↓↓↓
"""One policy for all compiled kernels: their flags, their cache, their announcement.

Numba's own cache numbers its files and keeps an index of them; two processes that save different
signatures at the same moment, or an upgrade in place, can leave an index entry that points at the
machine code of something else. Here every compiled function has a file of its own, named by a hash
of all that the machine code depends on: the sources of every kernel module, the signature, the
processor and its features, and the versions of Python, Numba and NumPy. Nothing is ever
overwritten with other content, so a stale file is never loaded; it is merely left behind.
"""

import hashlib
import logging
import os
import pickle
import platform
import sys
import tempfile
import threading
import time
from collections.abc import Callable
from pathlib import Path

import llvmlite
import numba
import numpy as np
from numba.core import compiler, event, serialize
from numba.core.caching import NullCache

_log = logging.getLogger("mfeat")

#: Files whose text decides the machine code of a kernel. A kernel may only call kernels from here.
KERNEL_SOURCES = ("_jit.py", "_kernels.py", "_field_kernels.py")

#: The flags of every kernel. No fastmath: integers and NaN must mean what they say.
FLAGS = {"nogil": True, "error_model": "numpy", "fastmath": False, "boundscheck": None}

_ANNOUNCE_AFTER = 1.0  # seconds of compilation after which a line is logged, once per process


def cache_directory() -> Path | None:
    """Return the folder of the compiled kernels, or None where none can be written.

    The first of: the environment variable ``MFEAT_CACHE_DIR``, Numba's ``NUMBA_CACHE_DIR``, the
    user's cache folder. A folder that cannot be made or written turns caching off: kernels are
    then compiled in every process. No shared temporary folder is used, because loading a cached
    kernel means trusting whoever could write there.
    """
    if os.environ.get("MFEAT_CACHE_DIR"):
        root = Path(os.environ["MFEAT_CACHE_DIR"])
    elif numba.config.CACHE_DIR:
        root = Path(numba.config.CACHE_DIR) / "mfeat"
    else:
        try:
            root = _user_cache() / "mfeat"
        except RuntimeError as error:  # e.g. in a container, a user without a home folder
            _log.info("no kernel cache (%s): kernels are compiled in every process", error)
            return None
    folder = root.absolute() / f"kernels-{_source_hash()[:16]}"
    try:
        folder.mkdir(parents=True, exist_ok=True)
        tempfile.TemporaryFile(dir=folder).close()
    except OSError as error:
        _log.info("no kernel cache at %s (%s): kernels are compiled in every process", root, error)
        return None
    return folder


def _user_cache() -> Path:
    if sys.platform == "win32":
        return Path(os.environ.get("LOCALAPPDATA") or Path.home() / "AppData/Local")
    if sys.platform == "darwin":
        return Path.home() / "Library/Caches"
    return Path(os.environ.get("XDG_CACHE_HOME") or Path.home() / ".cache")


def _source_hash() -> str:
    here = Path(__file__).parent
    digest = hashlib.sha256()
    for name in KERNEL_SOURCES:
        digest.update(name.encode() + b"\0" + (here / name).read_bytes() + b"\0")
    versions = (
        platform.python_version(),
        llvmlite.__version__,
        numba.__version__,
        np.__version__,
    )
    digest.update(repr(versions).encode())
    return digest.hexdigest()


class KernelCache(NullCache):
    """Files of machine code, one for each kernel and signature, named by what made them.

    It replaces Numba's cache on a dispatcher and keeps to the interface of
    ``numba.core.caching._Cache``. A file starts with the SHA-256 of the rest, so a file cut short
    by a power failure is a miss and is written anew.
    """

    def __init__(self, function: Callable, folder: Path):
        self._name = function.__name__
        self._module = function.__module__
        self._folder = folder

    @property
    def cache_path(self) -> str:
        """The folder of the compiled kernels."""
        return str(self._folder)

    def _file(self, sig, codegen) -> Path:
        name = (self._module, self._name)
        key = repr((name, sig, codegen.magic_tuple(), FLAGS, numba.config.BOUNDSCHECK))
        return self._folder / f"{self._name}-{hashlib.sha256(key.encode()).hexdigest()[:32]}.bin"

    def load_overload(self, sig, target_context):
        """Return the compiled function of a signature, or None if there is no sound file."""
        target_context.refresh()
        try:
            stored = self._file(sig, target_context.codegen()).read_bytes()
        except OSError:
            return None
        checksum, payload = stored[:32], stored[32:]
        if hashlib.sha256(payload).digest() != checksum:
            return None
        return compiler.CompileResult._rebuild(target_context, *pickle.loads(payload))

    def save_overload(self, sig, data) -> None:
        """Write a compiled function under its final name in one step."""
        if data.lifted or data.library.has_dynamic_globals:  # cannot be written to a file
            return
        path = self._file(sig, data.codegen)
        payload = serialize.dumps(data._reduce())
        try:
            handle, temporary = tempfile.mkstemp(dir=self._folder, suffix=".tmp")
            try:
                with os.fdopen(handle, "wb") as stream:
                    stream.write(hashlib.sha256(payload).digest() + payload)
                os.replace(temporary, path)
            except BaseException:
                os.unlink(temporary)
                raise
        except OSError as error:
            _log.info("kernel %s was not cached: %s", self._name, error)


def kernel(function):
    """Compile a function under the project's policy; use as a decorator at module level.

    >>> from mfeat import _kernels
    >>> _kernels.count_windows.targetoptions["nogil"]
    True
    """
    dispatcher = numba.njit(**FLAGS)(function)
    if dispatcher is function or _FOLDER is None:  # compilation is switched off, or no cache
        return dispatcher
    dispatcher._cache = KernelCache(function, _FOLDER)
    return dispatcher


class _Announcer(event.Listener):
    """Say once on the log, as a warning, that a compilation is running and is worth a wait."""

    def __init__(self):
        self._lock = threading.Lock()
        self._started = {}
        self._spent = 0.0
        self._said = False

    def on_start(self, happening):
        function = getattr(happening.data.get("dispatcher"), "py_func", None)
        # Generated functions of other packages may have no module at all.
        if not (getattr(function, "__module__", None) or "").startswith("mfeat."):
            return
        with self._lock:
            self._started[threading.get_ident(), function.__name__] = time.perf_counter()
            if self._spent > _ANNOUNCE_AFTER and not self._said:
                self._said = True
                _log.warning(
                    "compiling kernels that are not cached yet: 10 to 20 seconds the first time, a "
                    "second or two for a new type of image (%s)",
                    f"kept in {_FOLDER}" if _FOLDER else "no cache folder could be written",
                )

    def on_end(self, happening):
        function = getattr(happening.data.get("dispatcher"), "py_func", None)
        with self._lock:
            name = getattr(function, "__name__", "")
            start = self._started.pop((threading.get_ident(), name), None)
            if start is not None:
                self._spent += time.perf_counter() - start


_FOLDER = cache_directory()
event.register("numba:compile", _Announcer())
↑↑↑
TASK INSTRUCTIONS => Would you please print every record exactly as written?

REPLY =>
"""One policy for all compiled kernels: their flags, their cache, their announcement.

Numba's own cache numbers its files and keeps an index of them; two processes that save different
signatures at the same moment, or an upgrade in place, can leave an index entry that points at the
machine code of something else. Here every compiled function has a file of its own, named by a hash
of all that the machine code depends on: the sources of every kernel module, the signature, the
processor and its features, and the versions of Python, Numba and NumPy. Nothing is ever
overwritten with other content, so a stale file is never loaded; it is merely left behind.
"""

import hashlib
import logging
import os
import pickle
import platform
import sys
import tempfile
import threading
import time
from collections.abc import Callable
from pathlib import Path

import llvmlite
import numba
import numpy as np
from numba.core import compiler, event, serialize
from numba.core.caching import NullCache

_log = logging.getLogger("mfeat")

#: Files whose text decides the machine code of a kernel. A kernel may only call kernels from here.
KERNEL_SOURCES = ("_jit.py", "_kernels.py", "_field_kernels.py")

#: The flags of every kernel. No fastmath: integers and NaN must mean what they say.
FLAGS = {"nogil": True, "error_model": "numpy", "fastmath": False, "boundscheck": None}

_ANNOUNCE_AFTER = 1.0  # seconds of compilation after which a line is logged, once per process


def cache_directory() -> Path | None:
    """Return the folder of the compiled kernels, or None where none can be written.

    The first of: the environment variable ``MFEAT_CACHE_DIR``, Numba's ``NUMBA_CACHE_DIR``, the
    user's cache folder. A folder that cannot be made or written turns caching off: kernels are
    then compiled in every process. No shared temporary folder is used, because loading a cached
    kernel means trusting whoever could write there.
    """
    if os.environ.get("MFEAT_CACHE_DIR"):
        root = Path(os.environ["MFEAT_CACHE_DIR"])
    elif numba.config.CACHE_DIR:
        root = Path(numba.config.CACHE_DIR) / "mfeat"
    else:
        try:
            root = _user_cache() / "mfeat"
        except RuntimeError as error:  # e.g. in a container, a user without a home folder
            _log.info("no kernel cache (%s): kernels are compiled in every process", error)
            return None
    folder = root.absolute() / f"kernels-{_source_hash()[:16]}"
    try:
        folder.mkdir(parents=True, exist_ok=True)
        tempfile.TemporaryFile(dir=folder).close()
    except OSError as error:
        _log.info("no kernel cache at %s (%s): kernels are compiled in every process", root, error)
        return None
    return folder


def _user_cache() -> Path:
    if sys.platform == "win32":
        return Path(os.environ.get("LOCALAPPDATA") or Path.home() / "AppData/Local")
    if sys.platform == "darwin":
        return Path.home() / "Library/Caches"
    return Path(os.environ.get("XDG_CACHE_HOME") or Path.home() / ".cache")


def _source_hash() -> str:
    here = Path(__file__).parent
    digest = hashlib.sha256()
    for name in KERNEL_SOURCES:
        digest.update(name.encode() + b"\0" + (here / name).read_bytes() + b"\0")
    versions = (
        platform.python_version(),
        llvmlite.__version__,
        numba.__version__,
        np.__version__,
    )
    digest.update(repr(versions).encode())
    return digest.hexdigest()


class KernelCache(NullCache):
    """Files of machine code, one for each kernel and signature, named by what made them.

    It replaces Numba's cache on a dispatcher and keeps to the interface of
    ``numba.core.caching._Cache``. A file starts with the SHA-256 of the rest, so a file cut short
    by a power failure is a miss and is written anew.
    """

    def __init__(self, function: Callable, folder: Path):
        self._name = function.__name__
        self._module = function.__module__
        self._folder = folder

    @property
    def cache_path(self) -> str:
        """The folder of the compiled kernels."""
        return str(self._folder)

    def _file(self, sig, codegen) -> Path:
        name = (self._module, self._name)
        key = repr((name, sig, codegen.magic_tuple(), FLAGS, numba.config.BOUNDSCHECK))
        return self._folder / f"{self._name}-{hashlib.sha256(key.encode()).hexdigest()[:32]}.bin"

    def load_overload(self, sig, target_context):
        """Return the compiled function of a signature, or None if there is no sound file."""
        target_context.refresh()
        try:
            stored = self._file(sig, target_context.codegen()).read_bytes()
        except OSError:
            return None
        checksum, payload = stored[:32], stored[32:]
        if hashlib.sha256(payload).digest() != checksum:
            return None
        return compiler.CompileResult._rebuild(target_context, *pickle.loads(payload))

    def save_overload(self, sig, data) -> None:
        """Write a compiled function under its final name in one step."""
        if data.lifted or data.library.has_dynamic_globals:  # cannot be written to a file
            return
        path = self._file(sig, data.codegen)
        payload = serialize.dumps(data._reduce())
        try:
            handle, temporary = tempfile.mkstemp(dir=self._folder, suffix=".tmp")
            try:
                with os.fdopen(handle, "wb") as stream:
                    stream.write(hashlib.sha256(payload).digest() + payload)
                os.replace(temporary, path)
            except BaseException:
                os.unlink(temporary)
                raise
        except OSError as error:
            _log.info("kernel %s was not cached: %s", self._name, error)


def kernel(function):
    """Compile a function under the project's policy; use as a decorator at module level.

    >>> from mfeat import _kernels
    >>> _kernels.count_windows.targetoptions["nogil"]
    True
    """
    dispatcher = numba.njit(**FLAGS)(function)
    if dispatcher is function or _FOLDER is None:  # compilation is switched off, or no cache
        return dispatcher
    dispatcher._cache = KernelCache(function, _FOLDER)
    return dispatcher


class _Announcer(event.Listener):
    """Say once on the log, as a warning, that a compilation is running and is worth a wait."""

    def __init__(self):
        self._lock = threading.Lock()
        self._started = {}
        self._spent = 0.0
        self._said = False

    def on_start(self, happening):
        function = getattr(happening.data.get("dispatcher"), "py_func", None)
        # Generated functions of other packages may have no module at all.
        if not (getattr(function, "__module__", None) or "").startswith("mfeat."):
            return
        with self._lock:
            self._started[threading.get_ident(), function.__name__] = time.perf_counter()
            if self._spent > _ANNOUNCE_AFTER and not self._said:
                self._said = True
                _log.warning(
                    "compiling kernels that are not cached yet: 10 to 20 seconds the first time, a "
                    "second or two for a new type of image (%s)",
                    f"kept in {_FOLDER}" if _FOLDER else "no cache folder could be written",
                )

    def on_end(self, happening):
        function = getattr(happening.data.get("dispatcher"), "py_func", None)
        with self._lock:
            name = getattr(function, "__name__", "")
            start = self._started.pop((threading.get_ident(), name), None)
            if start is not None:
                self._spent += time.perf_counter() - start


_FOLDER = cache_directory()
event.register("numba:compile", _Announcer())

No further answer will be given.